Kriminal Selama Sepekan: Teror Bom, Penganiayaan, dan Penyelundupan

Jakarta (ANTARA) – Berbagai kejadian kriminal terjadi selama seminggu terakhir, mulai dari penangkapan pelaku teror bom di SDN Srengseng Sawah 15 hingga kasus sopir truk pengangkut alat berat yang tersangkut di Jembatan Penyeberangan Orang (JPO) Tendean. Simak rangkuman berita menarik yang masih patut untuk dibaca kembali.

Pelaku Teror Bom SDN Srengseng Sawah 15 Diamankan

Polda Metro Jaya telah berhasil mengamankan pelaku dugaan teror bom di SDN Srengseng Sawah 15, Jagakarsa, Jakarta Selatan. Pelaku berinisial MY telah berhasil ditangkap dan saat ini telah diamankan untuk proses hukum lebih lanjut. Tindakan teror ini membuat ketegangan di sekitar lokasi kejadian, namun berkat tindakan cepat pihak kepolisian, situasi dapat dikendalikan.

Penyelidikan Terduga Pelaku Penganiayaan di Cikarang

Satuan Reserse Kriminal Polres Metro Bekasi sedang giat memburu seorang terduga pelaku penganiayaan berulang terhadap kekasihnya di wilayah Cikarang Selatan, Kabupaten Bekasi. Polisi terus melakukan koordinasi dan penyelidikan untuk dapat segera menangkap pelaku agar dapat diproses sesuai dengan hukum yang berlaku. Kasus ini menunjukkan pentingnya penegakan hukum dalam melindungi masyarakat dari tindakan kekerasan.

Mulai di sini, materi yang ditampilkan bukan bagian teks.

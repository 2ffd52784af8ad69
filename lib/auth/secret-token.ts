// A secret handed out once — an invitation or reset link (lib/auth/tokens.ts), a controller project's pull
// token (lib/project-tokens.ts): 32 random bytes, base64url, of which only the SHA-256 is stored.
import { createHash, randomBytes } from 'node:crypto';

export function newSecretToken(): string {
  return randomBytes(32).toString('base64url');
}

/** The stored form: lower-case hex SHA-256 of the token's UTF-8 text. */
export function hashSecretToken(token: string): string {
  return createHash('sha256').update(token, 'utf8').digest('hex');
}
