// The pull API's exports against what was registered and against outside references:
//   - JSON, CSV bundle and C header carry the registered matrices bit for bit, and the SHA-256 of
//     lib/checksums.ts (the C header is compiled with the system C compiler, gcc, and its arrays printed
//     back with %.17g, which round-trips IEEE doubles);
//   - the discretised export matches scipy.signal.cont2discrete(method='zoh') and numpy.linalg.eigvals from
//     Debian's python3-scipy / python3-numpy (tests/reference/pull_export_reference.py) within 1e-10;
//   - the sample-time check uses the fastest kept time constant 1/max|lambda| of numpy's poles.
import { execFileSync } from 'node:child_process';
import { createHash } from 'node:crypto';
import { existsSync, mkdtempSync, rmSync, writeFileSync } from 'node:fs';
import os from 'node:os';
import path from 'node:path';
import JSZip from 'jszip';
import { afterAll, beforeAll, describe, expect, it } from 'vitest';
import { closeDb, db } from '@/lib/db';
import { matricesSha256, type StateSpaceRows } from '@/lib/checksums';
import type { SessionUser } from '@/lib/auth';
import type { UserRow } from '@/lib/people';
import { createProject, updateProject } from '@/lib/projects';
import { createPin } from '@/lib/pins';
import { createProjectToken } from '@/lib/project-tokens';
import { CAUTION_TEXT } from '@/lib/caution';
import { SAMPLE_TIME_FRACTION } from '@/lib/exports/discrete';
import { makeUser, migrateTestDatabase } from './helpers';
import { addVersion, makeProjectShelf, retireVersion, stiffTestModel, uniqueSlug, type ProjectShelf } from './fixtures/projects';
import { pull } from './fixtures/pull';

const asSession = (u: UserRow): SessionUser => ({ id: u.id, email: u.email, name: u.name, role: u.role });
const REFERENCE = path.resolve(__dirname, '..', 'reference', 'pull_export_reference.py');
const GCC = '/usr/bin/gcc';

interface Reference {
  Ad: number[][];
  Bd: number[][];
  Cd: number[][];
  Dd: number[][];
  discretePoles: [number, number][];
  continuousPoles: [number, number][];
}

Gagalkan Penyelundupan Ekstasi di Rutan Salemba

Seorang petugas wanita yang bertugas di layanan kunjungan Rumah Tahanan Kelas I Salemba, Jakarta Pusat, berhasil menggagalkan upaya penyelundupan ekstasi yang disembunyikan di dalam lipatan tisu oleh seorang pengunjung. Tindakan tegas petugas ini mencegah masuknya barang terlarang ke dalam tahanan dan menunjukkan kewaspadaan yang tinggi dalam menjaga keamanan dan ketertiban.

Kejadian-kejadian kriminal ini menunjukkan pentingnya kerjasama antara pihak berwenang dan masyarakat dalam mencegah dan menangani tindakan kriminal. Semua pihak diharapkan dapat bekerja sama untuk menciptakan lingkungan yang aman dan terhindar dari ancaman kejahatan.